5.4 Validation
Concerning the model extraction of schema-less
NoSQL databases, our approach allows to display to
the developer simultaneously a conceptual model and
a physical model; the first to understand the semantics
of the database and the second to write queries. To
evaluate the relevance of our approach, our prototype
(section 4) was implemented by three developers at
Trimane, a digital services company specialized in
business intelligence and Big Data. The three
experienced developers (IT consulting engineers)
were tasked with providing maintenance for three
separate applications. None of the developers know,
previously, the data model of the concerned
applications. For each application, each developer
writes ten queries that have an increasing complexity
according to three different cases: (1) without any
data model, (2) with the physical data model or (3)
with the both conceptual and physical models.
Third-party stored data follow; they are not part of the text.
"""The ``[platform]`` table: how a vehicle or vessel turns, tilts and travels.

Read at the input edge like every other table (README, "Moving installs"): one
problem line per wrong value, naming the file and the field.  The presets (sea
states and roadside canyons) are leosite's own, documented in the README; they
are round numbers chosen to span what an installer meets, not measurements.
"""

from __future__ import annotations

from dataclasses import dataclass
from pathlib import Path

from ..errors import InputError, Problems
from ..tables import Table, is_number

HEADING_MODES = ("fixed", "uniform", "histogram", "route")
SEAS = ("regular", "random")
FRAMES = ("true", "body")
MAX_HISTOGRAM_BINS = 360


@dataclass(frozen=True)
class Attitude:
    """A static heel (degrees, positive: starboard side down) and roll and pitch
    motion: sinusoids of the given amplitude and period (``sea = "regular"``), or
    a random sea (``"random"``) whose significant amplitude (twice the standard
    deviation, as a significant wave height is four: narrow-band Rayleigh
    statistics) is the given one.  Pitch positive: bow up."""

    heel_deg: float = 0.0
    roll_deg: float = 0.0
    roll_period_s: float = 8.0
    pitch_deg: float = 0.0
    pitch_period_s: float = 6.0
    sea: str = "regular"
    name: str = ""  # the sea-state preset it came from, or ""

    @property
    def still(self) -> bool:
        return self.heel_deg == 0.0 and self.roll_deg == 0.0 and self.pitch_deg == 0.0

    def text(self) -> str:
        if self.still:
            return "level, no motion"
        parts = []
        if self.heel_deg:
            parts.append(f"heel {self.heel_deg:g}° to {'starboard' if self.heel_deg > 0 else 'port'}")
        kind = "significant" if self.sea == "random" else "amplitude"
        if self.roll_deg:
            parts.append(f"roll {self.roll_deg:g}° {kind}, {self.roll_period_s:g} s")
        if self.pitch_deg:
            parts.append(f"pitch {self.pitch_deg:g}° {kind}, {self.pitch_period_s:g} s")
        sea = f" ({self.name} sea)" if self.name else (" (random sea)" if self.sea == "random" and
                                                       (self.roll_deg or self.pitch_deg) else "")
        return ", ".join(parts) + sea


# Sea states: leosite's own presets (README, "Sea states"), random seas.
SEA_STATES = {
    "calm": Attitude(roll_deg=1.0, roll_period_s=8.0, pitch_deg=0.5, pitch_period_s=6.0, sea="random", name="calm"),
    "moderate": Attitude(roll_deg=5.0, roll_period_s=8.0, pitch_deg=2.0, pitch_period_s=6.0, sea="random",
                         name="moderate"),
    "rough": Attitude(roll_deg=12.0, roll_period_s=9.0, pitch_deg=5.0, pitch_period_s=7.0, sea="random",
                      name="rough"),
}


@dataclass(frozen=True)
class Canyon:
    """Buildings or trees ``height_m`` tall lining a road ``width_m`` wide, the
    vehicle in the middle: el(a) = atan((H - h) |sin a| / (W / 2)), a the angle
    to the direction of travel, h the antenna height (the street-canyon geometry)."""

    name: str
    height_m: float
    width_m: float


# Roadside canyons: leosite's own presets (README, "Roadside canyons").
CANYONS = {
    "open-highway": Canyon("open-highway", 4.0, 40.0),
    "tree-lined-lane": Canyon("tree-lined-lane", 14.0, 7.0),
    "town-street": Canyon("town-street", 12.0, 16.0),
}


@dataclass(frozen=True)
class Route:
    """A GPX track read by ``route.read_route``: times (UTC, seconds since 1970),
    latitude and longitude (degrees), elevation (m, None where the file has none)."""

    source: str
    times_s: tuple[float, ...]
    latitude_deg: tuple[float, ...]
    longitude_deg: tuple[float, ...]
    elevation_m: tuple[float | None, ...]
    warnings: tuple[str, ...] = ()


@dataclass(frozen=True)
class Platform:
    """A moving install: how its heading is known, its attitude, a roadside
    canyon, and the frame its horizon points are given in (``frame``: "body",
    clockwise from the bow or the vehicle's front, elevations above the deck)."""

    heading_mode: str = "uniform"
    heading_deg: float = 0.0
    histogram: tuple[float, ...] = ()  # weights of equal bins, the first centred on the bow pointing north
    route: Route | None = None
    attitude: Attitude = Attitude()
    canyon: Canyon | None = None
    frame: str = "true"

    def heading_text(self) -> str:
        if self.heading_mode == "fixed":
            return f"fixed heading {self.heading_deg:g}°"
        if self.heading_mode == "uniform":
            return "all headings equally likely"
        if self.heading_mode == "histogram":
            return f"heading histogram of {len(self.histogram)} bins"
        return f"route {Path(self.route.source).name} ({len(self.route.times_s)} points)"


PLATFORM_KEYS = ("heading_deg", "headings", "route", "heel_deg", "roll_deg", "roll_period_s", "pitch_deg",
                 "pitch_period_s", "sea", "sea_state", "canyon", "canyon_height_m", "canyon_width_m")


def platform_from_site(doc: dict, path: Path, problems: Problems) -> Platform | None:
    """The site file's ``[platform]`` table (and ``[horizon] frame``), or None
    without one.  A platform needs ``[mount] kind = "vehicle"`` or ``"marine"``;
    with horizon points it needs ``frame = "body"``."""
    horizon = doc.get("horizon") if isinstance(doc.get("horizon"), dict) else {}
    frame = horizon.get("frame", "true")
    if frame not in FRAMES:
        problems.add("horizon.frame", f"{frame!r} is not one of: {', '.join(FRAMES)}")
        frame = "true"
    if "platform" not in doc:
        if frame == "body":
            problems.add("horizon.frame", "\"body\" needs a [platform] table (mount kind vehicle or marine)")
        return None
    mount = doc.get("mount") if isinstance(doc.get("mount"), dict) else {}
    kind = mount.get("kind", "fixed")
    if kind not in ("vehicle", "marine"):
        problems.add("platform", f"a [platform] table is for mount.kind \"vehicle\" or \"marine\", not {kind!r}")
    if horizon.get("points") or horizon.get("file"):
        if frame != "body":
            problems.add("horizon.frame", "with a [platform] table the horizon turns with the platform: set "
                                          "frame = \"body\" (bearings clockwise from the bow or the front)")
        elif horizon.get("reference", "true") != "true":
            problems.add("horizon.reference", "does not apply to body-frame bearings (they are taken from the "
                                              "bow or the front, not from north): remove it")
    plan = doc.get("plan") if isinstance(doc.get("plan"), dict) else {}
    if str(plan.get("file", "")).lower().endswith((".geojson", ".json")):
        problems.add("plan.file", "a GeoJSON plan is in longitude and latitude; a vehicle's or vessel's plan is "
                                  "in metres to starboard (east_m) and forward (north_m): use a TOML plan")
    p = Table(doc["platform"], "platform", problems, PLATFORM_KEYS)
    given = [k for k in ("heading_deg", "headings", "route") if k in p.data]
    if len(given) > 1:
        problems.add("platform", f"give one of heading_deg, headings, route, not {' and '.join(given)}")
    mode, heading, hist, route = "uniform", 0.0, (), None
    if "heading_deg" in p.data:
        mode, heading = "fixed", p.number("heading_deg", 0.0, 0.0, 360.0) % 360.0
    elif "headings" in p.data:
        mode, hist = _headings(p.data["headings"], problems)
    elif "route" in p.data:
        name = p.text("route", "")
        if name:
            from .route import read_route

            try:
                route = read_route(path.parent / name)
                mode = "route"
            except InputError as exc:
                problems.items.extend(exc.problems)
        elif isinstance(p.data["route"], str):
            problems.add("platform.route", "expected a GPX file name")
    attitude = _attitude(p, problems)
    if kind == "vehicle" and (attitude.roll_deg or attitude.pitch_deg):
        problems.add("platform", "roll and pitch are for a vessel (mount.kind = \"marine\"); a vehicle takes "
                                 "heel_deg only (parked across a slope)")
    canyon = _canyon(p, problems)
    if canyon is not None and kind == "marine":
        problems.add("platform.canyon", "a roadside canyon is for a vehicle (mount.kind = \"vehicle\")")
    return Platform(mode, heading, hist, route, attitude, canyon, frame)


def _headings(raw, problems: Problems) -> tuple[str, tuple[float, ...]]:
    if raw == "uniform":
        return "uniform", ()
    if not isinstance(raw, list) or not raw or len(raw) > MAX_HISTOGRAM_BINS:
        problems.add("platform.headings", f"expected \"uniform\" or a list of 1 to {MAX_HISTOGRAM_BINS} weights "
                                          "(equal bins clockwise from north)")
        return "uniform", ()
    if not all(is_number(w) and w >= 0 for w in raw):
        problems.add("platform.headings", "each weight must be a number of 0 or more")
        return "uniform", ()
    total = float(sum(raw))
    if not 0 < total < float("inf"):
        problems.add("platform.headings", "the weights must add up to more than 0")
        return "uniform", ()
    return "histogram", tuple(float(w) / total for w in raw)


def _attitude(p: Table, problems: Problems) -> Attitude:
    heel = p.number("heel_deg", 0.0, -45.0, 45.0)
    if "sea_state" in p.data:
        name = p.text("sea_state", "", choices=tuple(SEA_STATES))
        clash = [k for k in ("roll_deg", "pitch_deg", "roll_period_s", "pitch_period_s", "sea") if k in p.data]
        if clash:
            problems.add("platform.sea_state", f"give either sea_state or {', '.join(clash)}, not both")
        base = SEA_STATES.get(name, Attitude())
        return Attitude(heel, base.roll_deg, base.roll_period_s, base.pitch_deg, base.pitch_period_s, base.sea,
                        base.name)
    return Attitude(heel, p.number("roll_deg", 0.0, 0.0, 45.0), p.number("roll_period_s", 8.0, 1.0, 60.0),
                    p.number("pitch_deg", 0.0, 0.0, 30.0), p.number("pitch_period_s", 6.0, 1.0, 60.0),
                    p.text("sea", "regular", choices=SEAS))


def _canyon(p: Table, problems: Problems) -> Canyon | None:
    own = [k for k in ("canyon_height_m", "canyon_width_m") if k in p.data]
    if "canyon" in p.data:
        if own:
            problems.add("platform.canyon", "give either a canyon preset or canyon_height_m and canyon_width_m")
        name = p.text("canyon", "", choices=tuple(CANYONS))
        return CANYONS.get(name)
    if not own:
        return None
    if len(own) == 1:
        problems.add("platform", "give canyon_height_m and canyon_width_m together")
        return None
    h, w = p.number("canyon_height_m", None, 0.0, 300.0), p.number("canyon_width_m", None, 1.0, 500.0)
    return None if h is None or w is None else Canyon("own", h, w)


def platform_table(p: Platform, folder: Path | None = None) -> dict:
    """The ``[platform]`` table that reads back as ``p`` (the site writer uses it
    when the file's own table no longer does)."""
    out: dict = {}
    if p.heading_mode == "fixed":
        out["heading_deg"] = p.heading_deg
    elif p.heading_mode == "histogram":
        out["headings"] = list(p.histogram)
    elif p.heading_mode == "uniform":
        out["headings"] = "uniform"
    elif p.route is not None:
        src = Path(p.route.source)
        out["route"] = src.name if folder is not None and src.parent == folder else str(src)
    a = p.attitude
    if a.heel_deg:
        out["heel_deg"] = a.heel_deg
    if a.name:
        out["sea_state"] = a.name
    elif a.roll_deg or a.pitch_deg:
        out.update(roll_deg=a.roll_deg, roll_period_s=a.roll_period_s, pitch_deg=a.pitch_deg,
                   pitch_period_s=a.pitch_period_s, sea=a.sea)
    if p.canyon is not None:
        if p.canyon.name in CANYONS:
            out["canyon"] = p.canyon.name
        else:
            out.update(canyon_height_m=p.canyon.height_m, canyon_width_m=p.canyon.width_m)
    return out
Figures 7(a) and 7(b) show respectively an example
of the conceptual and physical models corresponding
to one of the three applications. Note that due to lack
of place, we present data models (conceptual and
physical one) of only one application.
We should also highlight that for reasons of
visibility, models are represented to the user in the
same screen and with an appropriate format: JSON
for the physical model and the graphic format for the
conceptual one. Each time we click on a class on the
conceptual model, we will have its equivalent on the
physical model. For example, the part of the physical
model written in bold corresponds to the selected
class (Trials).
Each database is associated with a set of queries
whose natural language statements are provided to the
three developers. In Table 3, we calculated the
average time of writing the queries by the three
developers in each situation: (1) without any data
model, (2) with the physical data model or (3) with
the both conceptual and physical models.
Our initial hypothesis was verified in the
situations considered. This establishes that a
knowledge of semantics and data structure allows the
developer to write queries faster on a schema-less
NoSQL database. The small difference noted between
the use of the single physical diagram and the use of
the two models (conceptual and physical), is probably
due to the experience of the three developers.
6 CONCLUSION AND FUTURE
WORK
Our work is part of Big Data databases. They are
currently dealing with the reverse engineering
mechanisms of schema-less NoSQL databases to
provide users with models to manipulate NoSQL
databases.
In this article, we have proposed an automatic
process ToConceptualModel which focuses on the
transformation of a physical model into a conceptual
model represented using a UML class diagrams by
applying a set of rules. The resulting conceptual
model makes it easier for developers and decision-
makers to understand the database and write queries.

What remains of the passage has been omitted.